Over the past few years, lightweight cryptography has been largely in demand. Many lightweight block ciphers have been proposed for the highly constrained devices such as RFID tags, sensors in wireless network, small internet-enabled applications with low computing power and implementation area. Improving the encryption efficiency while at the same time protecting the system has become a major challenge in this area and sparked research efforts. Recently, many encryption ciphers have been developed targeting this problem. SIMON [shahverdi2015silent], PRINCE [borghoff2012prince], TWINE [suzaki2011twine] are only a few of the light-weight block ciphers.

LED [Guo2011] is a lightweight block cipher proposed by Guo et al. at CHES 2011 which, among block ciphers with comparable parameters [mendel2012differential], achieves the smallest area footprint through its compact hardware implementation.

Although modern block cipher algorithms such as LED are secure against cryptanalysis, the implementation of an algorithm can still leak information about sensitive parameters, making them susceptible to Side Channel Attacks (SCA). SCAs break cryptosystems by obtaining information leaked from power consumption, electromagnetic radiation, or execution delay. One of the popular SCA schemes is Differential Power Analysis (DPA) [kocher1999differential] which combines information across many power measurements with different known inputs. A widely implemented countermeasure to SCA is masking [blomer2004provably, oswald2005side, ishai2003private, trichina2004small]. However, it has been proven [mangard2005side, moradi2010correlation] that hardware implementations with masking can still be vulnerable to DPA because of glitches and require fresh random values after every nonlinear operation.

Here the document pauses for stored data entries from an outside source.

"""Read programme.toml: parse, check everything at once, and make the typed programme."""

from __future__ import annotations

import hashlib
import re
import tomllib
from dataclasses import replace
from pathlib import Path
from types import MappingProxyType
from typing import TYPE_CHECKING

from georoute.domain.costs import Tariff
from georoute.domain.people import Inspector
from georoute.domain.programme import (
    DetourModel,
    Programme,
    RegisterSource,
    RoadSettings,
    TravelMethod,
    TravelSettings,
)
from georoute.domain.run import EFFORTS, Aim
from georoute.domain.sites import Base
from georoute.errors import ProgrammeError
from georoute.register.calendars import calendar_of, merged
from georoute.register.codes import Code, new_finding
from georoute.register.people_checks import shift_of
from georoute.register.programme_checks import check_parts
from georoute.register.programme_parts import Notebook, Parts, parts_of
from georoute.register.schema_faults import schema_faults
from georoute.register.sources import bytes_of
from georoute.register.tables import UnreadableFileError
from georoute.register.toml_lines import KeyLines

if TYPE_CHECKING:
    from collections.abc import Sequence
    from datetime import date

    from georoute.domain.findings import Finding
    from georoute.register.schema import RegisterSection, TariffSection, TravelSection

__all__ = ["check_programme", "read_programme"]

_PLACE = re.compile(r"\(at line (\d+), column (\d+)\)")
_DEEPEST = "nested too deeply"


def read_programme(path: Path | str) -> Programme:
    """Read a programme file.

    Parameters
    ----------
    path
        The file; paths in it are seen from its folder.

    Returns
    -------
    Programme
        All settings; the paths of the register and of a travel table can be opened as they are.

    Raises
    ------
    ProgrammeError
        If there is any fault; its ``findings`` are all faults and warnings together.
    """
    programme, findings = _read(Path(path))
    if programme is None:
        faults = [finding for finding in findings if finding.is_fault]
        first = faults[0]
        where = f" (line {first.row})" if first.row is not None else ""
        what = f"{first.column}: {first.message}" if first.column else first.message
        count = f"{len(faults)} faults" if len(faults) > 1 else "1 fault"
        msg = f"{path}: {count}; the first{where}: {what}; {first.remedy}"
        raise ProgrammeError(msg, findings=findings)
    return programme


def check_programme(path: Path | str) -> tuple[Finding, ...]:
    """Check a programme file.

    Parameters
    ----------
    path
        The file.

    Returns
    -------
    tuple of Finding
        All faults and warnings by line; ``column`` is the key, counted from 1 where there are
        several of a kind (``inspector[2].shift_start``).
    """
    return _read(Path(path))[1]


def _read(path: Path) -> tuple[Programme | None, tuple[Finding, ...]]:
    try:
        data = bytes_of(path)
    except UnreadableFileError as fault:
        return None, _sorted(fault.findings, path)
    parsed = _parse(data)
    if not isinstance(parsed, tuple):
        return None, _sorted([parsed], path)
    raw, text = parsed
    notebook = Notebook(KeyLines(text))
    notebook.findings += schema_faults(raw, notebook.lines)
    parts = parts_of(raw)
    check_parts(parts, notebook)
    findings = _sorted(notebook.findings, path)
    if any(finding.is_fault for finding in findings):
        return None, findings
    return _programme(path, hashlib.sha256(data).hexdigest(), parts), findings


def _sorted(findings: Sequence[Finding], path: Path) -> tuple[Finding, ...]:
    named = (replace(finding, file=str(path)) for finding in findings)
    return tuple(sorted(named, key=lambda finding: finding.row or 0))


def _parse(data: bytes) -> tuple[dict[str, object], str] | Finding:
    """Parse TOML; what breaks its rules comes back as a fault with its line."""
    try:
        text = data.decode("utf-8-sig").replace("\r\n", "\n")
    except UnicodeDecodeError as error:
        line = data[: error.start].count(b"\n") + 1
        return new_finding(
            Code.UNKNOWN_ENCODING,
            "the file is not UTF-8 text, which TOML asks for",
            "save it as UTF-8 in the text editor",
            row=line,
        )
    if not text.strip():
        return new_finding(
            Code.EMPTY_FILE, "the file is empty", "write the programme; README lists its keys"
        )
    try:
        return tomllib.loads(text), text
    except RecursionError:
        return _syntax(_DEEPEST, None)
    except ValueError as error:  # a number too long to read is one as well
        reason = str(error)
        place = _PLACE.search(reason)
        last = text.rstrip("\n").count("\n") + 1
        where = int(place[1]) if place else last if "end of document" in reason else None
        return _syntax(_PLACE.sub("", reason).strip(), where)


def _syntax(reason: str, line: int | None) -> Finding:
    return new_finding(
        Code.TOML_SYNTAX,
        f"this is not TOML: {reason}",
        "look at this line and the one before: text stands in quotation marks, a list in "
        "brackets, a date is YYYY-MM-DD, a section is [name]",
        row=line,
    )


def _beside(path: Path, written: str) -> str:
    """Return a path that can be opened, from one seen from the programme's folder."""
    return str(path.parent / written)


def _programme(path: Path, digest: str, parts: Parts) -> Programme | None:
    """Make the typed programme from sections without a fault."""
    register, tariff = parts.register, parts.tariff
    zone, first, last = parts.zone, parts.first_date, parts.last_date
    if zone is None or first is None or last is None or register is None or tariff is None:
        return None  # cannot be: an absent or faulty section is a fault of the schema
    return Programme(
        title=parts.title,
        zone=zone,
        first_date=first,
        last_date=last,
        bases=tuple(
            Base(
                base_id=base.base_id,
                name=base.name or base.base_id,
                lat_deg=base.lat,
                lon_deg=base.lon,
            )
            for _, base in parts.bases
        ),
        inspectors=_inspectors(parts, first, last),
        tariff=_tariff(tariff),
        travel=_travel(path, parts.travel),
        default_work_s=parts.work.work_min * 60.0,
        default_access_s=parts.work.access_min * 60.0,
        aim=Aim(parts.search.aim),
        seed=parts.search.seed,
        effort=replace(EFFORTS[parts.search.effort], seconds=parts.search.seconds),
        register=_register_source(path, register),
        source=str(path),
        sha256=digest,
    )


def _inspectors(parts: Parts, first: date, last: date) -> tuple[Inspector, ...]:
    inspectors = []
    for _, section in parts.inspectors:
        shift = shift_of(parts, section)
        if shift is None:
            continue  # cannot be: it was a fault
        start_base = section.start_base or parts.base_ids[0]
        inspectors.append(
            Inspector(
                inspector_id=section.inspector_id,
                name=section.name or section.inspector_id,
                start_base_id=start_base,
                end_base_id=section.end_base or start_base,
                shift_start=shift.start,
                shift_end=shift.end,
                paid_s=shift.paid_s,
                overtime_limit_s=shift.overtime_s,
                write_up_s=shift.write_up_s,
                load_limit=shift.load_limit,
                calendar=calendar_of(merged(parts.calendar, section), first=first, last=last),
            )
        )
    return tuple(inspectors)


def _tariff(section: TariffSection) -> Tariff:
    overtime = section.overtime_hour
    return Tariff(
        currency=section.currency,
        hour=section.hour,
        km=section.km,
        overtime_hour=section.hour if overtime is None else overtime,
        day_opened=section.day_opened,
    )


def _travel(path: Path, section: TravelSection) -> TravelSettings:
    return TravelSettings(
        method=TravelMethod(section.method),
        speed_kmh=section.speed_kmh,
        circuity=section.circuity,
        detour=DetourModel(**section.detour.model_dump()),
        table_path=None if section.table is None else _beside(path, section.table),
        roads=None if section.roads.path is None else _roads(path, section.roads.path, section),
    )


def _roads(folder: Path, path: str, section: TravelSection) -> RoadSettings:
    roads = section.roads
    return RoadSettings(
        path=_beside(folder, path),
        country=roads.country.upper(),
        speeds_kmh=MappingProxyType(dict(roads.speeds)),
        real_factors=MappingProxyType(dict(roads.real_factors)),
        snap_limit_m=roads.snap_limit_m,
        vehicle_height_m=roads.vehicle_height_m,
        vehicle_width_m=roads.vehicle_width_m,
        vehicle_weight_t=roads.vehicle_weight_t,
        columns=MappingProxyType(dict(roads.columns)),
    )


def _register_source(path: Path, section: RegisterSection) -> RegisterSource:
    return RegisterSource(
        path=_beside(path, section.path),
        columns=MappingProxyType(dict(section.columns)),
        sheet=section.sheet or None,
        layer=section.layer or None,
        crs=section.crs or None,
        credit=section.credit,
    )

To deal with this issue, Nikova et al. proposed a new masking scheme, Threshold Implementation (TI) [nikova2006threshold]. TI is a secret sharing-based countermeasure and is provably secure against first-order SCA attack even in the presence of glitches. Moreover, TI is immune to mean power consumption comparison based higher-order attacks.

In this work, we present application of threshold implementation to the lightweight cipher LED. With the advantages of LED and threshold implementation, threshold implementation on LED should be a promising prospect especially in improving the security against SCA in the area of lightweight block cipher application.Our experimental results show that the proposed implementation can potentially achieve a security level which can efficiently protect against side-channel analysis. On the other hand, with inherent redundancy in threshold implementation, our design almost doubles the area and the maximum operating frequency is degraded by about 30%.

The rest of the paper is organized as follows. Section II presents the basic concepts of the LED cipher and threshold implementation. Section III reviews the state of the art SCA countermeasures and threshold implementation applications. Section IV explains the proposed threshold implementation of LED in detail. The experiment setup and result analysis are given in Section V. The conclusion is discussed in Section VI.

Fig. 1: Encryption procedure of LED [Guo2011].
x 0 1 2 3 4 5 6 7 8 9 A B C D E F
S[x] C 5 6 B 9 0 A D 3 E F 8 4 7 1 2
TABLE I: Sbox of LED cipher

Ii Background

Ii-a Led

Light Encryption Device (LED) is a light-weight block cipher that achieves comparable security level to conventional cryptography but at a lower cost. The basic design of LED follows the AES-like design principle. It has many similarities with AES in Sbox, ShiftRows, and MixColumns operations.

Unlike AES, LED does not have real key scheduling procedure, instead, it initializes round key at the very beginning, and uses that key repeatedly in each round. LED can use three key lengths: 64-bit key, 80-bit key, and 128-bit case. The initial key is generated by specific matrix element setting function. Specifically, for 128-bit key case, the sub-key is divided into two parts and is used alternatively in each round. Therefore, LED has a relatively simple key “schedule” compared to AES.

As shown in Fig. 1, LED has 8-12 steps depending on its key length and each step has 4 rounds of encryption procedure modifying its cipher states. The procedures are, listed in sequence, the operations: AddConstant, SubCells, ShiftRows and MixColumnSerial. Specifically, the number of steps is decided by the encryption key size: for 64-bit key, step number is 8 and for key size 128 bits, step number is 12.

LED uses the Sbox from PRESENT [bogdanov2007present]. This sbox has been widely used in many other lightweight cryptographic ciphers. The look up table of Sbox is shown in Table. I.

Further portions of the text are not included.